SOFX has higher volatility (35.21%) compared to CSHP (0.16%). In terms of maximum drawdown, SOFX dropped -83.23% vs CSHP's -0.08%.
On 1-year performance, CSHP leads with 3.94% vs -26.37% for SOFX. On fees, CSHP is cheaper at 0.20% per year. On volatility, CSHP has been the lower-risk option at 0.16%. The better choice depends on whether you care most about return, fees, risk, or income.
Over the 1-year period, CSHP has performed better with a 3.94% return vs -26.37%. Past performance does not guarantee future results, so compare this with risk, fees, and fund exposure.

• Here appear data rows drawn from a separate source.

package layout

import (
	"errors"
	"fmt"
	"strings"

	"github.com/paulmach/orb"
	"gonum.org/v1/gonum/spatial/r3"

	"arcwright/internal/geometry"
	"arcwright/internal/jet"
)

var (
	nozzleKeys = []string{"exit", "axis_height", "heading", "kind", "contour", "diameter", "design_mach", "long_side", "short_side", "aspect_ratio", "secondary_diameter"}

	nozzleContours     = map[string]jet.Contour{"nozzle": jet.Contoured, "pipe": jet.Pipe}
	nozzleContourNames = []string{"nozzle", "pipe"}

	nozzleKinds = map[string]jet.Kind{
		"convergent":           jet.Convergent,
		"convergent-divergent": jet.ConvergentDivergent,
		"rectangular":          jet.Rectangular,
		"coaxial":              jet.Coaxial,
	}
	nozzleKindNames = []string{"convergent", "convergent-divergent", "rectangular", "coaxial"}

	// nozzleKeyKinds lists, for each key that only some kinds use, the
	// kinds that use it.
	nozzleKeyKinds = map[string][]jet.Kind{
		"design_mach":        {jet.ConvergentDivergent, jet.Rectangular},
		"long_side":          {jet.Rectangular},
		"short_side":         {jet.Rectangular},
		"aspect_ratio":       {jet.Rectangular},
		"secondary_diameter": {jet.Coaxial},
	}
)

// nozzleInfo is the decoded nozzle and what later checks may rely on.
type nozzleInfo struct {
	nozzle    jet.Nozzle
	frame     geometry.JetFrame
	kindOK    bool // nozzle.Kind is the layout's kind
	nozzleOK  bool // every dimension of nozzle is valid
	frameOK   bool // frame is valid
	headingOK bool // frame.Heading is the layout's heading
}

// outerRadius returns the largest distance of the exit rim from the exit
// centre that matters for clearances, m: half the diameter, half the
// secondary diameter of a coaxial nozzle, half the long side of a
// rectangular one.
func (ni *nozzleInfo) outerRadius() float64 {
	switch ni.nozzle.Kind {
	case jet.Rectangular:
		return ni.nozzle.Width / 2
	case jet.Coaxial:
		return ni.nozzle.SecondaryDiameter / 2
	}
	return ni.nozzle.Diameter / 2
}

// nozzleSection decodes the nozzle's place (exit, axis height, heading) and
// its exit geometry, and checks the exit against the cell.
func (d *decoder) nozzleSection(top *section, ci *cellInfo) *nozzleInfo {
	s := top.needSub("nozzle", "the nozzle (exit, axis_height, kind, diameter, …)", nozzleKeys)
	ni := &nozzleInfo{}
	var (
		exit             = r3.Vec{}
		okExit, okHeight bool
	)
	if n := s.need("exit", "the centre of the exit in plan, [x, y]"); n != nil {
		p, ok := d.planPoint(n, s.field("exit"), s.keyLine("exit"))
		exit.X, exit.Y, okExit = p[0], p[1], ok
	}
	if n := s.need("axis_height", "the height of the jet axis above the floor, a length such as 1.5 m"); n != nil {
		if exit.Z, okHeight = d.positiveLength(n, s.field("axis_height"), "the axis height"); okHeight {
			okHeight = d.heightRange(ci, exit.Z, n.Line, s.field("axis_height"), "the jet axis")
		}
	}
	ni.headingOK = true
	if n := s.get("heading"); n != nil {
		ni.frame.Heading, ni.headingOK = d.angle(n, s.field("heading"))
	}
	ni.frame.Exit = exit
	if okExit && okHeight && ni.headingOK {
		if err := ni.frame.Validate(); err != nil {
			d.add(ErrInvalid, err, s.line, s.path, err.Error())
		} else {
			ni.frameOK = true
		}
	}
	d.nozzleShape(s, ni)
	if ni.frameOK {
		d.exitPlace(s, ci, ni)
	}
	return ni
}

// nozzleShape decodes the kind and the dimensions of the exit.
func (d *decoder) nozzleShape(s *section, ni *nozzleInfo) {
	n := s.need("kind", "the nozzle kind: "+oneOf(nozzleKindNames))
	if n != nil {
		if k, ok := d.choice(n, s.field("kind"), nozzleKindNames); ok {
			ni.nozzle.Kind, ni.kindOK = nozzleKinds[k], true
		}
	}
	ok := ni.kindOK
	contour := jet.Contoured
	if n := s.get("contour"); n != nil {
		if c, good := d.choice(n, s.field("contour"), nozzleContourNames); good {
			contour = nozzleContours[c]
		} else {
			ok = false
		}
	}
	for _, key := range nozzleKeys {
		kinds, limited := nozzleKeyKinds[key]
		if limited && ni.kindOK && s.has(key) && !containsKind(kinds, ni.nozzle.Kind) {
			// Reported, but the key is not read, so the dimensions are still checked.
			d.errorf(ErrInvalid, s.keyLine(key), s.field(key), "applies only to %s nozzles, not %s", kindList(kinds), ni.nozzle.Kind)
		}
	}
	dim := func(key, what string, required bool) float64 {
		n := s.get(key)
		if n == nil {
			if required && ni.kindOK {
				s.need(key, what+", a length")
				ok = false
			}
			return 0
		}
		v, good := d.positiveLength(n, s.field(key), what)
		if good {
			r := NozzleSizeRange
			r.What = strings.TrimPrefix(what, "the ")
			good = d.checkRange(n.Line, s.field(key), r, v, d.fmtShort(v))
		}
		ok = ok && good
		return v
	}
	nz := &ni.nozzle
	switch nz.Kind {
	case jet.Rectangular:
		switch sides, aspect := s.has("long_side") || s.has("short_side"), s.has("diameter") || s.has("aspect_ratio"); {
		case sides && aspect:
			d.errorf(ErrInvalid, s.line, s.path, "give long_side and short_side, or diameter and aspect_ratio, not both")
			ok = false
		case aspect:
			de := dim("diameter", "the area-equivalent diameter", true)
			ar := d.nozzleNumber(s, "aspect_ratio", "the aspect ratio, long side over short side (at least 1)", true, &ok)
			if ok && ar < 1 {
				d.errorf(ErrInvalid, s.keyLine("aspect_ratio"), s.field("aspect_ratio"), "want the long side over the short side, at least 1, got %g", ar)
				ok = false
			} else if ok {
				ok = d.checkRange(s.keyLine("aspect_ratio"), s.field("aspect_ratio"), AspectRatioRange, ar, "")
			}
			mach := d.nozzleNumber(s, "design_mach", "the design Mach number", false, &ok)
			*nz = jet.RectangularFromAspect(de, ar, mach)
		default:
			nz.Width = dim("long_side", "the long side", true)
			nz.Height = dim("short_side", "the short side", true)
			nz.DesignMach = d.nozzleNumber(s, "design_mach", "the design Mach number", false, &ok)
		}
	case jet.Convergent, jet.ConvergentDivergent, jet.Coaxial:
		nz.Diameter = dim("diameter", "the exit diameter", true)
		if nz.Kind == jet.ConvergentDivergent {
			nz.DesignMach = d.nozzleNumber(s, "design_mach", "the design Mach number", true, &ok)
		}
		if nz.Kind == jet.Coaxial {
			nz.SecondaryDiameter = dim("secondary_diameter", "the outer diameter of the secondary annulus", true)
		}
	default: // unknown kind: read what is there, for its own errors
		for _, key := range []string{"diameter", "long_side", "short_side", "secondary_diameter"} {
			dim(key, "the "+key, false)
		}
		for _, key := range []string{"design_mach", "aspect_ratio"} {
			d.nozzleNumber(s, key, "a number", false, &ok)
		}
	}
	nz.Contour = contour
	if !ok {
		return
	}
	if err := nz.Validate(); err != nil {
		d.jetError(err, s, map[string]string{
			"nozzle diameter": "diameter", "nozzle width": "long_side", "nozzle height": "short_side",
			"design Mach number": "design_mach", "secondary diameter": "secondary_diameter", "nozzle kind": "kind",
			"nozzle contour": "contour",
		})
		return
	}
	ni.nozzleOK = true
}

// nozzleNumber reads the plain number held by key; a missing required key
// or a bad value clears *ok.
func (d *decoder) nozzleNumber(s *section, key, what string, required bool, ok *bool) float64 {
	n := s.get(key)
	if n == nil {
		if required {
			s.need(key, what+", a number")
			*ok = false
		}
		return 0
	}
	v, good := d.number(n, s.field(key), what+", a number")
	if good && key == "design_mach" && v > 1 { // at most 1 is the jet package's message
		good = d.checkRange(n.Line, s.field(key), DesignMachRange, v, "")
	}
	*ok = *ok && good
	return v
}

// jetError reports an error of the jet package at the key of s that fields
// maps its input to, or at s itself.
func (d *decoder) jetError(err error, s *section, fields map[string]string) {
	var ie *jet.InputError
	if errors.As(err, &ie) {
		if key, ok := fields[ie.Field]; ok && s.has(key) {
			d.add(ErrInvalid, err, s.keyLine(key), s.field(key), ie.Reason)
			return
		}
		d.add(ErrInvalid, err, s.line, s.path, ie.Field+" "+ie.Reason)
		return
	}
	d.add(ErrInvalid, err, s.line, s.path, err.Error())
}

// exitPlace checks the exit against the cell: inside the boundary, at
// least the nozzle's outer radius from it, its rim between floor and
// ceiling, and not inside an obstacle whose height range holds the axis.
func (d *decoder) exitPlace(s *section, ci *cellInfo, ni *nozzleInfo) {
	e := ni.frame.Exit
	at := orb.Point{e.X, e.Y}
	line, field := s.keyLine("exit"), s.field("exit")
	if ci.boundaryOK && ci.cell.Bounded() {
		dist := ci.cell.WallDistance(at)
		switch {
		case dist < 0:
			d.errorf(ErrInvalid, line, field, "the nozzle exit (%s, %s) is outside the cell %s", d.fmtLen(e.X), d.fmtLen(e.Y), outlineName(ci))
		case ni.nozzleOK && dist < ni.outerRadius():
			d.errorf(ErrInvalid, line, field, "the nozzle exit is %s from the cell %s, less than the nozzle's radius %s",
				d.fmtLen(dist), outlineName(ci), d.fmtLen(ni.outerRadius()))
		}
	}
	if ni.nozzleOK {
		r := ni.outerRadius()
		hl, hf := s.keyLine("axis_height"), s.field("axis_height")
		if d.heightRange(ci, e.Z-r, hl, hf, "the bottom of the nozzle rim") {
			d.heightRange(ci, e.Z+r, hl, hf, "the top of the nozzle rim")
		}
	}
	for _, o := range ci.cell.Obstacles {
		if o.Footprint.Contains(at) && o.ZMin <= e.Z && e.Z <= o.ZMax {
			d.errorf(ErrInvalid, line, field, "the nozzle exit is inside the obstacle %q (from %s to %s above the floor)", o.Name, d.fmtLen(o.ZMin), d.fmtLen(o.ZMax))
		}
	}
}

// outlineName names the cell's outline in messages.
func outlineName(ci *cellInfo) string {
	if ci.cell.Kind == geometry.OutdoorPad {
		return "site limit"
	}
	return "boundary"
}

func containsKind(kinds []jet.Kind, k jet.Kind) bool {
	for _, v := range kinds {
		if v == k {
			return true
		}
	}
	return false
}

// kindList names kinds as "convergent-divergent and rectangular".
func kindList(kinds []jet.Kind) string {
	if len(kinds) == 1 {
		return kinds[0].String()
	}
	return fmt.Sprintf("%s and %s", kinds[0], kinds[1])
}
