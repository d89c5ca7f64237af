package layout

import (
	"strings"

	"go.yaml.in/yaml/v3"

	"arcwright/internal/planner"
	"arcwright/internal/units"
)

// Defaults of the ambient section.
const (
	// DefaultPressure is the ambient pressure when none is given, Pa: one
	// standard atmosphere, 101 325 Pa (10th CGPM, 1954, Resolution 4).
	DefaultPressure = units.StandardAtmosphere
	// DefaultTemperature is the ambient temperature when none is given, K:
	// 15 °C, the sea-level temperature of the ISO 2533:1975 standard
	// atmosphere.
	DefaultTemperature = units.ZeroCelsius + 15
	// DefaultHumidity is the relative humidity when none is given, percent:
	// 60 %, a typical indoor value (common practice; not a standard value).
	DefaultHumidity = 60
)

// Plausible ambient values. A value outside them parses but is almost
// certainly a slip of unit, and is an error that suggests the fix.
const (
	// MinPressure and MaxPressure bound a plausible ambient pressure, Pa.
	// 30 kPa is about the pressure of the ISO 2533:1975 standard atmosphere
	// at 9 km altitude (30.7 kPa; from memory), far above any test site;
	// 130 kPa is well above the highest sea-level pressures recorded, about
	// 108 kPa (from memory). The bounds themselves are common practice.
	MinPressure = 30e3
	MaxPressure = 130e3
	// MinTemperature and MaxTemperature bound a plausible ambient
	// temperature, K: −60 °C and +60 °C, beyond the extremes of outdoor air
	// at test sites (common practice).
	MinTemperature = units.ZeroCelsius - 60
	MaxTemperature = units.ZeroCelsius + 60
)

var (
	ambientKeys = []string{"pressure", "temperature", "humidity"}
	limitKeys   = []string{"velocity", "temperature", "margin", "wall_clearance", "stand_spacing", "inflow", "far_field_ratio", "absorption"}
	bandKeys    = []string{"low", "high"}
)

// ambientSection decodes the ambient air, with defaults for absent keys.
// ok is false when a given value is unusable.
func (d *decoder) ambientSection(top *section) (planner.Ambient, bool) {
	s := top.sub("ambient", ambientKeys)
	a := planner.Ambient{Pressure: DefaultPressure, Temperature: DefaultTemperature, Humidity: DefaultHumidity}
	ok := s.isMap
	if n := s.get("pressure"); n != nil {
		p, good := d.pressure(n, s.field("pressure"))
		if good && !inside(p, MinPressure, MaxPressure) {
			d.implausible(n, s.field("pressure"), "ambient pressure", units.FormatPressure(p, units.Metric), "30 kPa to 130 kPa",
				units.Pressure, []string{"kPa", "hPa", "mbar", "psi", "inHg", "bar", "atm", "mmHg"},
				func(v float64) bool { return inside(v, MinPressure, MaxPressure) })
			good = false
		}
		a.Pressure, ok = p, ok && good
	}
	if n := s.get("temperature"); n != nil {
		t, good := d.temperature(n, s.field("temperature"))
		if good && !inside(t, MinTemperature, MaxTemperature) {
			d.implausible(n, s.field("temperature"), "ambient temperature", units.FormatTemperature(t, units.Metric), "-60 °C to +60 °C",
				units.Temperature, []string{"C", "F", "K"},
				func(v float64) bool { return inside(v, MinTemperature, MaxTemperature) })
			good = false
		}
		a.Temperature, ok = t, ok && good
	}
	if n := s.get("humidity"); n != nil {
		h, good := d.quantity(n, s.field("humidity"), units.Fraction, "%")
		if good && (h < 0 || h > 1) {
			d.errorf(ErrInvalid, n.Line, s.field("humidity"), "the relative humidity must be from 0 %% to 100 %%, got %q", n.Value)
			good = false
		}
		a.Humidity, ok = h*100, ok && good
	}
	return a, ok
}

// implausible reports a quantity outside its plausible range and, when the
// same number in another unit would fit, suggests it.
func (d *decoder) implausible(n *yaml.Node, field, what, got, want string, dim units.Dim, candidates []string, plausible func(float64) bool) {
	msg := what + " " + got + " is implausible; want " + want
	if fix := suggestUnit(n.Value, dim, candidates, plausible); fix != "" {
		msg += "; did you mean \"" + fix + "\"?"
	}
	d.add(ErrInvalid, nil, n.Line, field, msg)
}

// limitsSection decodes the check limits; absent keys take their defaults
// from planner.DefaultLimits. Every limit given must be greater than 0, and
// the temperature limit above the ambient temperature.
func (d *decoder) limitsSection(top *section, amb planner.Ambient, ambOK bool) planner.Limits {
	s := top.sub("limits", limitKeys)
	l := planner.DefaultLimits()
	positive := func(key string, v float64, ok bool, shown string) float64 {
		if ok && v <= 0 {
			d.errorf(ErrInvalid, s.keyLine(key), s.field(key), "must be greater than 0, got %s (leave the key out for the default)", shown)
		}
		return v
	}
	// upper bounds; a value at most 0 is positive's message
	atMost := func(key string, v float64, ok bool, r Range) {
		if n := s.get(key); ok && v > 0 && n != nil {
			d.checkRange(n.Line, s.field(key), r, v, "")
		}
	}
	if n := s.get("velocity"); n != nil {
		v, ok := d.velocity(n, s.field("velocity"))
		l.Velocity = positive("velocity", v, ok, units.FormatVelocity(v, d.sys))
		atMost("velocity", v, ok, VelocityLimitRange)
	}
	if n := s.get("temperature"); n != nil {
		if t, ok := d.temperature(n, s.field("temperature")); ok {
			l.Temperature = t
			switch {
			case ambOK && t <= amb.Temperature:
				d.errorf(ErrInvalid, n.Line, s.field("temperature"), "the hot-zone limit %s must be above the ambient temperature %s",
					units.FormatTemperature(t, d.sys), units.FormatTemperature(amb.Temperature, d.sys))
			case t > MaxTotalTemperature:
				d.checkRange(n.Line, s.field("temperature"), TempLimitRange, t, "")
			}
		}
	}
	for _, f := range []struct {
		key string
		dst *float64
	}{
		{"margin", &l.Margin}, {"wall_clearance", &l.WallClearance}, {"stand_spacing", &l.StandSpacing},
	} {
		if n := s.get(f.key); n != nil {
			v, ok := d.length(n, s.field(f.key))
			*f.dst = positive(f.key, v, ok, d.fmtLen(v))
		}
	}
	if n := s.get("inflow"); n != nil {
		v, ok := d.velocity(n, s.field("inflow"))
		l.Inflow = positive("inflow", v, ok, units.FormatVelocity(v, d.sys))
		atMost("inflow", v, ok, Range{What: "inflow limit", Max: MaxVelocityLimit, MinOpen: true, Unit: "m/s"})
	}
	if n := s.get("far_field_ratio"); n != nil {
		v, ok := d.number(n, s.field("far_field_ratio"), "the smallest arc radius over the jet diameter, a number")
		l.FarFieldRatio = positive("far_field_ratio", v, ok, n.Value)
		atMost("far_field_ratio", v, ok, Range{What: "far-field ratio", Max: MaxFarFieldRatio, MinOpen: true})
	}
	if n := s.get("absorption"); n != nil {
		v, ok := d.decibels(n, s.field("absorption"))
		l.Absorption = positive("absorption", v, ok, n.Value)
		atMost("absorption", v, ok, Range{What: "absorption limit", Max: MaxAbsorption, MinOpen: true, Unit: "dB"})
	}
	return l
}

// decibels reads a level in dB, written "3 dB" or "3".
func (d *decoder) decibels(n *yaml.Node, field string) (float64, bool) {
	const want = "a level in dB, such as 3 dB"
	s, ok := d.scalar(n, field, want)
	if !ok {
		return 0, false
	}
	c := *n
	c.Value = strings.TrimSpace(strings.TrimSuffix(strings.TrimSpace(s), "dB"))
	c.Tag = "!!str"
	v, ok := d.number(&c, field, want)
	if !ok {
		return 0, false
	}
	return v, true
}

// bandSection decodes the frequency band of interest, Hz.
func (d *decoder) bandSection(top *section) planner.Band {
	s := top.needSub("band", "the frequency band of interest, {low: …, high: …}", bandKeys)
	var b planner.Band
	var okLow, okHigh bool
	read := func(key string) (float64, bool) {
		n := s.need(key, "a frequency such as 200 Hz")
		if n == nil {
			return 0, false
		}
		f, ok := d.frequency(n, s.field(key))
		if ok && f <= 0 {
			d.errorf(ErrInvalid, n.Line, s.field(key), "must be greater than 0 Hz, got %s", units.FormatFrequency(f))
			ok = false
		} else if ok {
			ok = d.checkRange(n.Line, s.field(key), BandRange, f, "")
		}
		return f, ok
	}
	b.Low, okLow = read("low")
	b.High, okHigh = read("high")
	if okLow && okHigh && b.Low >= b.High {
		d.errorf(ErrInvalid, s.keyLine("high"), s.field("high"), "the top of the band (%s) must be above its bottom (%s)",
			units.FormatFrequency(b.High), units.FormatFrequency(b.Low))
	}
	return b
}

CSHP is cheaper with a 0.20% expense ratio, compared with 1.29% for SOFX.
SOFX has the higher dividend yield at 37.44%, compared with 3.91% for CSHP.
SOFX is categorized as Leveraged Equities, while CSHP is Ultrashort Bond. They also come from different issuers: Defiance and iShares. Their fees differ too: 1.29% for SOFX and 0.20% for CSHP.
CSHP currently has the higher Sharpe Ratio (11.09 vs -0.24), meaning it's delivered slightly more return per unit of risk over the trailing 12 months. However, this ranking shifts over time - use the Risk/Return Score above for a more comprehensive view that combines Sharpe, Sortino, and other measures used by quantitative funds.